Saved entries
==============================
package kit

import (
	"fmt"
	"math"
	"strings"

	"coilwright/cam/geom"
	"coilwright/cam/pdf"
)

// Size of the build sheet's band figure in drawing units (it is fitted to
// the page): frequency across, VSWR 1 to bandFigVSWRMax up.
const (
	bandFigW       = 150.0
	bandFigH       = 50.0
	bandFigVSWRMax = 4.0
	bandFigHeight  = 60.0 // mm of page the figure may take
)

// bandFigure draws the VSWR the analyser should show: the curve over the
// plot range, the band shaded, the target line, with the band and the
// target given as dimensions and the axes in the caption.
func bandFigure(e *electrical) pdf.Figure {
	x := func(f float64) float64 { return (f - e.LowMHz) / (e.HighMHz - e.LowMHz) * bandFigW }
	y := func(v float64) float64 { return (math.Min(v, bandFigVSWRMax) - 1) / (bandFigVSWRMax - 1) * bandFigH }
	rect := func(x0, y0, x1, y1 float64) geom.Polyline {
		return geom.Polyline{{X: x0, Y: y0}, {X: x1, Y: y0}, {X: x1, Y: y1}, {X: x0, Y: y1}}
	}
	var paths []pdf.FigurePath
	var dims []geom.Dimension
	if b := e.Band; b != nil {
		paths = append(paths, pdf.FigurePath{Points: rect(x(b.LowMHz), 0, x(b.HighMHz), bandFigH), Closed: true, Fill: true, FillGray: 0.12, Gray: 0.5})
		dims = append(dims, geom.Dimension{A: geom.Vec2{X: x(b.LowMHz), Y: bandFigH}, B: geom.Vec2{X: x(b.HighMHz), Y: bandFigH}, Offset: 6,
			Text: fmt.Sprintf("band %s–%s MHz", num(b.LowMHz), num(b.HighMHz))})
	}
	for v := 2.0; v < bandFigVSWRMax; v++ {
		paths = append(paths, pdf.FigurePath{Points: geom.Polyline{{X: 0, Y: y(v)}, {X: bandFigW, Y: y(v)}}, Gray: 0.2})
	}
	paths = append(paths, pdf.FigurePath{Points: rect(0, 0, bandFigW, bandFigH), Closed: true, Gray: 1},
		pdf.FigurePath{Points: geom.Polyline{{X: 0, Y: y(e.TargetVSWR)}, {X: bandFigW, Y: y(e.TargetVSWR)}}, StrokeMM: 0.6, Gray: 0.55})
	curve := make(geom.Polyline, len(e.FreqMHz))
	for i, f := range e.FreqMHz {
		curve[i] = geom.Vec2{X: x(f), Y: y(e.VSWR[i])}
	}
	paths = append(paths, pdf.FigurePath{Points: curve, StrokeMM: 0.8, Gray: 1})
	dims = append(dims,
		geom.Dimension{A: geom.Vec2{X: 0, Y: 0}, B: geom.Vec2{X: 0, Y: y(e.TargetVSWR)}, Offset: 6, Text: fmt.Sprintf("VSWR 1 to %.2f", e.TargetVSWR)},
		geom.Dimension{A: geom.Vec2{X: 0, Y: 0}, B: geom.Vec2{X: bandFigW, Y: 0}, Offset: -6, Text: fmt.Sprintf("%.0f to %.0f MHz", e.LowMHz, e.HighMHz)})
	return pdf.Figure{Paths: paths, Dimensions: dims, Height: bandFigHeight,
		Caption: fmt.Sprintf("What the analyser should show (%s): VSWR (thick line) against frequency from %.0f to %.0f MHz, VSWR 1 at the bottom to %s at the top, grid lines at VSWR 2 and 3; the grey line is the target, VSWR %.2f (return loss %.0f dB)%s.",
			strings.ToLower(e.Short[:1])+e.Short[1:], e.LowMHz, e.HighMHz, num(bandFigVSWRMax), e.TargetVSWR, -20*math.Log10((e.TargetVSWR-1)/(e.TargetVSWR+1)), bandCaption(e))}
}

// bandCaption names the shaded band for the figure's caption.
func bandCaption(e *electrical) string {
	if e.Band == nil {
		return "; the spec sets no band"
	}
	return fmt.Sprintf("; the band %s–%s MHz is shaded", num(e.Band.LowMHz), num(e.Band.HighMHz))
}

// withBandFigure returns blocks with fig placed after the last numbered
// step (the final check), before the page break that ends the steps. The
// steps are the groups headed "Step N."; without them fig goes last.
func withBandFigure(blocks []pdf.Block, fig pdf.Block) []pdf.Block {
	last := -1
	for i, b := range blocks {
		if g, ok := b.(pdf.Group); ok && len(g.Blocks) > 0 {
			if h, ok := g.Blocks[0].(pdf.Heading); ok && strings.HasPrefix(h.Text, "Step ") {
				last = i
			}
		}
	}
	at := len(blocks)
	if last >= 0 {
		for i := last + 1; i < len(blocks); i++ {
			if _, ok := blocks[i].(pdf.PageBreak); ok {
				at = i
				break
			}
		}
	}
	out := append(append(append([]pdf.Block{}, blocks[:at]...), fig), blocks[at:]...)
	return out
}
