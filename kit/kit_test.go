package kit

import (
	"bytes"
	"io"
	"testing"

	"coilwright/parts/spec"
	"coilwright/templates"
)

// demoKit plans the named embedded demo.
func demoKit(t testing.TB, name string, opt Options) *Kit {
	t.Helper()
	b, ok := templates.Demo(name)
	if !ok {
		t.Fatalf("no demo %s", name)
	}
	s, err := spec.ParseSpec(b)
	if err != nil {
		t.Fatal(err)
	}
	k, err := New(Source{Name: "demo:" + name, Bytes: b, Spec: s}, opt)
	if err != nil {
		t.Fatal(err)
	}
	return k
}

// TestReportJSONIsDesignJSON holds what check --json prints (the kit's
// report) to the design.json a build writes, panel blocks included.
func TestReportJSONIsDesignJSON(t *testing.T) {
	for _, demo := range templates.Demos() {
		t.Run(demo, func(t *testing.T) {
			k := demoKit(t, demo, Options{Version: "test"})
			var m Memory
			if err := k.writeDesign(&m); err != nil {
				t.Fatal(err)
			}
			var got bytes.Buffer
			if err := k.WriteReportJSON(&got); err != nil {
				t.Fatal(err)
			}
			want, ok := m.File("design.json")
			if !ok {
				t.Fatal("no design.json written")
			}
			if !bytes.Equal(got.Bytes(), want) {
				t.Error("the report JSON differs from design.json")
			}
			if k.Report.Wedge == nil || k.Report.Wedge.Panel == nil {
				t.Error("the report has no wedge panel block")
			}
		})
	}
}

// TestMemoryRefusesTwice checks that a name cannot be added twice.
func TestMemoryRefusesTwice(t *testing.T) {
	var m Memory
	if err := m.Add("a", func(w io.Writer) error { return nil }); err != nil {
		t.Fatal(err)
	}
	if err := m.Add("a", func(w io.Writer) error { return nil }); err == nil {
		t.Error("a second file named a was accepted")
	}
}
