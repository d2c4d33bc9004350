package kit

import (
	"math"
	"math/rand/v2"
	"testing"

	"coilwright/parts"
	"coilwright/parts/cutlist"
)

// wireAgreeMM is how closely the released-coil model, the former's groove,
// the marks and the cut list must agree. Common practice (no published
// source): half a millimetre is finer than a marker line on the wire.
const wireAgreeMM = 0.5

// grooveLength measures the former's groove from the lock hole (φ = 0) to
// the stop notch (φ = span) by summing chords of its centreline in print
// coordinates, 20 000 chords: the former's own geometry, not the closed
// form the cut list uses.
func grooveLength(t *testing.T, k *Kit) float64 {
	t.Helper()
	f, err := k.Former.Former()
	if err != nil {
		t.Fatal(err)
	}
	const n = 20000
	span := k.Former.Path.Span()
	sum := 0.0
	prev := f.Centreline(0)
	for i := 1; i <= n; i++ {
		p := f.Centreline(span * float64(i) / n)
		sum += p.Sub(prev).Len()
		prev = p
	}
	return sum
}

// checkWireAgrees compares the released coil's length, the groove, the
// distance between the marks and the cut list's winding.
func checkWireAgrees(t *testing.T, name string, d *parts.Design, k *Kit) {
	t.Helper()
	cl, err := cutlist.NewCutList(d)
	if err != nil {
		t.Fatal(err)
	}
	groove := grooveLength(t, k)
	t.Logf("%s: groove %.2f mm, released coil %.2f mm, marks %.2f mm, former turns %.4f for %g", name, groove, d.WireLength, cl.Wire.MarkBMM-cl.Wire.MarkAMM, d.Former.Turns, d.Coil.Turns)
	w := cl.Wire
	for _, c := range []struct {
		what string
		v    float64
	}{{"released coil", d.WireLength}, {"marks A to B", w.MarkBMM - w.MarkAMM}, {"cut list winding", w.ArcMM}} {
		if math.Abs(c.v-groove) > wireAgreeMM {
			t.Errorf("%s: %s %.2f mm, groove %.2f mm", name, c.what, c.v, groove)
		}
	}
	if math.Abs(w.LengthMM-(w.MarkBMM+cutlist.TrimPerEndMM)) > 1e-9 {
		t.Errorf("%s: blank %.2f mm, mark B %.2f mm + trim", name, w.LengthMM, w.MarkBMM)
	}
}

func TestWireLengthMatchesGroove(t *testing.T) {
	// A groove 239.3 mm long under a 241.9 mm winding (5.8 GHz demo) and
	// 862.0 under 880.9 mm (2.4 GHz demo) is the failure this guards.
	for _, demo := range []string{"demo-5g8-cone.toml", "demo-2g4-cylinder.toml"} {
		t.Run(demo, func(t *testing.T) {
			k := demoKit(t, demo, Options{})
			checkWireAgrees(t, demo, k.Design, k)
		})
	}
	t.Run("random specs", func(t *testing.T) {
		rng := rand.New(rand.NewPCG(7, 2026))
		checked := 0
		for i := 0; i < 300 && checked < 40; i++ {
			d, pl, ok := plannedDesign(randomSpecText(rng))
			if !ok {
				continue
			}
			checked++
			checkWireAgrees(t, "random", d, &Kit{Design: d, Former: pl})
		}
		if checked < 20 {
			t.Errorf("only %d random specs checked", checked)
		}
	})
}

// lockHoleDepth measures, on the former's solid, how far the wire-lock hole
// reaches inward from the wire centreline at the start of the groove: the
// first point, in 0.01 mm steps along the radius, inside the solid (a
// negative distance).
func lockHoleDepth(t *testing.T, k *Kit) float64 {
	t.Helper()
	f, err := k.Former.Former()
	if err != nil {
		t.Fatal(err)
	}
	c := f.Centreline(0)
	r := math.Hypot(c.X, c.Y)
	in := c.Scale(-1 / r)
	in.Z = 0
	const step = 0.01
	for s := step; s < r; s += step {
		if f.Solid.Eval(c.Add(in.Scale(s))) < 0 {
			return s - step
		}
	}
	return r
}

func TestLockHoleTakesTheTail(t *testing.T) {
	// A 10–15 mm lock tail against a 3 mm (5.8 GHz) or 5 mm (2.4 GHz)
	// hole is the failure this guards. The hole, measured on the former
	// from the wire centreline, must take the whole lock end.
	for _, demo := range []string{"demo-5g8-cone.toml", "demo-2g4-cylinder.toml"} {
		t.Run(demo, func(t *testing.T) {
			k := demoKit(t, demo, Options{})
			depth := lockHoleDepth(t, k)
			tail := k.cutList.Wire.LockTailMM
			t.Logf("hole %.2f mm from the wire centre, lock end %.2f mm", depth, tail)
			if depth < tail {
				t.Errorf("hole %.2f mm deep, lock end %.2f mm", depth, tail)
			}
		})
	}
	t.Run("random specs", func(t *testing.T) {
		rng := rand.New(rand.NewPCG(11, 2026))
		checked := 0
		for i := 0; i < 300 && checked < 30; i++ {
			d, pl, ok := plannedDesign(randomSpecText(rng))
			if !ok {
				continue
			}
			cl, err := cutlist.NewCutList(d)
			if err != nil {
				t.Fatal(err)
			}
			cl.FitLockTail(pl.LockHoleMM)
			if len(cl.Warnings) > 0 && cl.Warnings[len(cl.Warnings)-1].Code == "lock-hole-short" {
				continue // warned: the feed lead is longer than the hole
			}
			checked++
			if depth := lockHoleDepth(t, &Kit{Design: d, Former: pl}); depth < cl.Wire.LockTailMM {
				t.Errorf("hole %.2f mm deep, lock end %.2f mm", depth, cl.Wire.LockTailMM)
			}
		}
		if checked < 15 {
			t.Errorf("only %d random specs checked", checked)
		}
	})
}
==============================
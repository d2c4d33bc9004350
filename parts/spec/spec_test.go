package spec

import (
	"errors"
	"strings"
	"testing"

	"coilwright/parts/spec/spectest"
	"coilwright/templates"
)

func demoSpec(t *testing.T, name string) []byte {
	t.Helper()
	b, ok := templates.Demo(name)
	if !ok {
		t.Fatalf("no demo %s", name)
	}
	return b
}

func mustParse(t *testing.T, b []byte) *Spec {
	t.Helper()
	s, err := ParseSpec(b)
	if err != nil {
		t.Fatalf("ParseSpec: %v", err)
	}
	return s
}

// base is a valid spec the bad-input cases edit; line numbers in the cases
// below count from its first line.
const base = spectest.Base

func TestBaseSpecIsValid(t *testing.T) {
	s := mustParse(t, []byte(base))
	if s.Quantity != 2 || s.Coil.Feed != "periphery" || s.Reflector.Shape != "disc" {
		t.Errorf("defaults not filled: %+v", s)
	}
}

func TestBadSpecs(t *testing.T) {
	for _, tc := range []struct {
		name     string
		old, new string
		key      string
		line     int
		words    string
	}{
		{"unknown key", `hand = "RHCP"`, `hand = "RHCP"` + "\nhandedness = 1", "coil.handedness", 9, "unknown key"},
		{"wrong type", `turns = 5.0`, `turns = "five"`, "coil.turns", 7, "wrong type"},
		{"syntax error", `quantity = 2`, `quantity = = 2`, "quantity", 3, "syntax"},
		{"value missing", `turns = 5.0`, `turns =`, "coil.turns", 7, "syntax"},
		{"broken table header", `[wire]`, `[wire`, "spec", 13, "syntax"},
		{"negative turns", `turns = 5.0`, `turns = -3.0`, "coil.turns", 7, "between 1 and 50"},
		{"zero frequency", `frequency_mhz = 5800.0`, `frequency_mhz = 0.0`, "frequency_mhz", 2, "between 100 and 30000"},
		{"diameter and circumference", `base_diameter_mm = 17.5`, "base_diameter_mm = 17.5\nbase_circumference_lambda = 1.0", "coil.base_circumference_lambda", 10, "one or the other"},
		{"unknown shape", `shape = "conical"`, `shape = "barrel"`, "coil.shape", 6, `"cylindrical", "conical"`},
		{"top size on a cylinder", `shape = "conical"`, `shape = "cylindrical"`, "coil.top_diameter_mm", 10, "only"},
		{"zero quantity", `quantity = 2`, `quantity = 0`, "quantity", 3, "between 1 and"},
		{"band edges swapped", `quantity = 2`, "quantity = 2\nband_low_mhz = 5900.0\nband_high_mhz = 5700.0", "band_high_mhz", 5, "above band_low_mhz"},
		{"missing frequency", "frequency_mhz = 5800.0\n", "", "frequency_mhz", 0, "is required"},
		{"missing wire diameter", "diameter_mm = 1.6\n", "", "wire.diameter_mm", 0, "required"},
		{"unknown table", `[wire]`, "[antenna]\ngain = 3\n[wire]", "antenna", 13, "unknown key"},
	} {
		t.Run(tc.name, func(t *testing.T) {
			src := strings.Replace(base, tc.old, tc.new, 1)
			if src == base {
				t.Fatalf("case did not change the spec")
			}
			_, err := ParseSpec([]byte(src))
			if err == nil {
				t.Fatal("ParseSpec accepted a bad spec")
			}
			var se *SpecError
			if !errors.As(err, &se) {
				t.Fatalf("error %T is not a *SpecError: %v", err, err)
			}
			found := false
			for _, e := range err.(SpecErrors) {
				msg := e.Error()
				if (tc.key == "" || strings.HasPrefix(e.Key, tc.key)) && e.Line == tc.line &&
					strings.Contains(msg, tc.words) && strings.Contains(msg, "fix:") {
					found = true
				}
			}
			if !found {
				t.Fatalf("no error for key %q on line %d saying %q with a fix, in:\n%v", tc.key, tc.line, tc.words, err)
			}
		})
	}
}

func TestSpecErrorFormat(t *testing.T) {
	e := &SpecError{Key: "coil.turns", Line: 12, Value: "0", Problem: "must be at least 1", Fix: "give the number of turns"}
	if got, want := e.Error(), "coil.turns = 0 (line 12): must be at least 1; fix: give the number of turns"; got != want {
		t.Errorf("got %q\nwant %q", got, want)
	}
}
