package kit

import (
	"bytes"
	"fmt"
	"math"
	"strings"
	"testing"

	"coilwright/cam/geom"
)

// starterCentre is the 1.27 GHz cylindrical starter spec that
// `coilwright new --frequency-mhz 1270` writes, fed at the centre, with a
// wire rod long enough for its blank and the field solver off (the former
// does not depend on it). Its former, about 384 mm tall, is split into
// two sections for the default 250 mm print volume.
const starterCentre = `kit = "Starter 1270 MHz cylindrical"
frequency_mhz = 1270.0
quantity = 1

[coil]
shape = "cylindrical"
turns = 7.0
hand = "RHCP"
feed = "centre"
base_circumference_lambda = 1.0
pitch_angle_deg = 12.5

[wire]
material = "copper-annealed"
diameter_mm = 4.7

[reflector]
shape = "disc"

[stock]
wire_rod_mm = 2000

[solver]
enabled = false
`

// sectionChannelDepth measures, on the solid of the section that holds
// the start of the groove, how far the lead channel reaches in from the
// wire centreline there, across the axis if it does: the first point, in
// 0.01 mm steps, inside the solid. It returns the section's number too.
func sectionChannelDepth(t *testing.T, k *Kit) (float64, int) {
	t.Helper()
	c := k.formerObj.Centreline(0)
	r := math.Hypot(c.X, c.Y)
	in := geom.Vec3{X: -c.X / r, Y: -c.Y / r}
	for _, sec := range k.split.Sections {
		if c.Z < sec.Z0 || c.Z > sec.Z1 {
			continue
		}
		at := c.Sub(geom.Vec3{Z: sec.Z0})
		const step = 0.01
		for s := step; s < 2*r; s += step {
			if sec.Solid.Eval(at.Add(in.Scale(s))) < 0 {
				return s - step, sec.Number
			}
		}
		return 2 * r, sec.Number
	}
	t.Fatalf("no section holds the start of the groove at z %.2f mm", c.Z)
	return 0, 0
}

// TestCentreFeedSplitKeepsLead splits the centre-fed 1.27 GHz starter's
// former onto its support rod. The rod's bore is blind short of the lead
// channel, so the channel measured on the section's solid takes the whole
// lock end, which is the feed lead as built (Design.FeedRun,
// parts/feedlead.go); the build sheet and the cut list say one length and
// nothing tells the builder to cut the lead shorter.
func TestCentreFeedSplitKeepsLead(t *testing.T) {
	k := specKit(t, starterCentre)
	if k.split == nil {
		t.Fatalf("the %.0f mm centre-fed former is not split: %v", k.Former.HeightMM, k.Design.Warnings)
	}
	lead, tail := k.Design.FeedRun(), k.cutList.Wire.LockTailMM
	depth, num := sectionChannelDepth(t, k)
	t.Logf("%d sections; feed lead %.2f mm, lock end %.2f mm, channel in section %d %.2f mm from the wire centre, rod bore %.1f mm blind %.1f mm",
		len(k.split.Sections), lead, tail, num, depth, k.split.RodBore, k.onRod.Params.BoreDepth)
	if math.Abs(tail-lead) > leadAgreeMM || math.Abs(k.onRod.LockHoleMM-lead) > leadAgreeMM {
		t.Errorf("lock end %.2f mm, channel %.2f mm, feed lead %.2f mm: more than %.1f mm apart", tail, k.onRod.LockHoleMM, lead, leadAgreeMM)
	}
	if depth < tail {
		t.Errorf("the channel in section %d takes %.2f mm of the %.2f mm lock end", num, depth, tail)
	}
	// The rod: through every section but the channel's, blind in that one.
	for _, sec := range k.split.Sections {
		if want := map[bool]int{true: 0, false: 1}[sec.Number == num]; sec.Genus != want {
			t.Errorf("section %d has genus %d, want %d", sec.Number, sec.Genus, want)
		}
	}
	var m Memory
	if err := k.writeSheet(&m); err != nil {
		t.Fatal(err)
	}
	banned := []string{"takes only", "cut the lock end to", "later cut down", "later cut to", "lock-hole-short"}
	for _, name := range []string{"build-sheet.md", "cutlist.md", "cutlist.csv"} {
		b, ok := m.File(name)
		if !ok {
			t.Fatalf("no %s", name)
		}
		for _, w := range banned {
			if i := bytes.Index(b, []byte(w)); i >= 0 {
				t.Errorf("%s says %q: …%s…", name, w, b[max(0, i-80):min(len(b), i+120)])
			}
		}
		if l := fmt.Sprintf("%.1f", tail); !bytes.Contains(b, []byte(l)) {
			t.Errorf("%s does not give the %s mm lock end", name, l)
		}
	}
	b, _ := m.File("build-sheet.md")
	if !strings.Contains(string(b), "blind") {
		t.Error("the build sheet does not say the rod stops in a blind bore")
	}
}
==============================
### WORK REQUIRED
If a line of the entries above includes the word "distance", count it; then state the total and nothing else.

### WRITTEN RESPONSE
2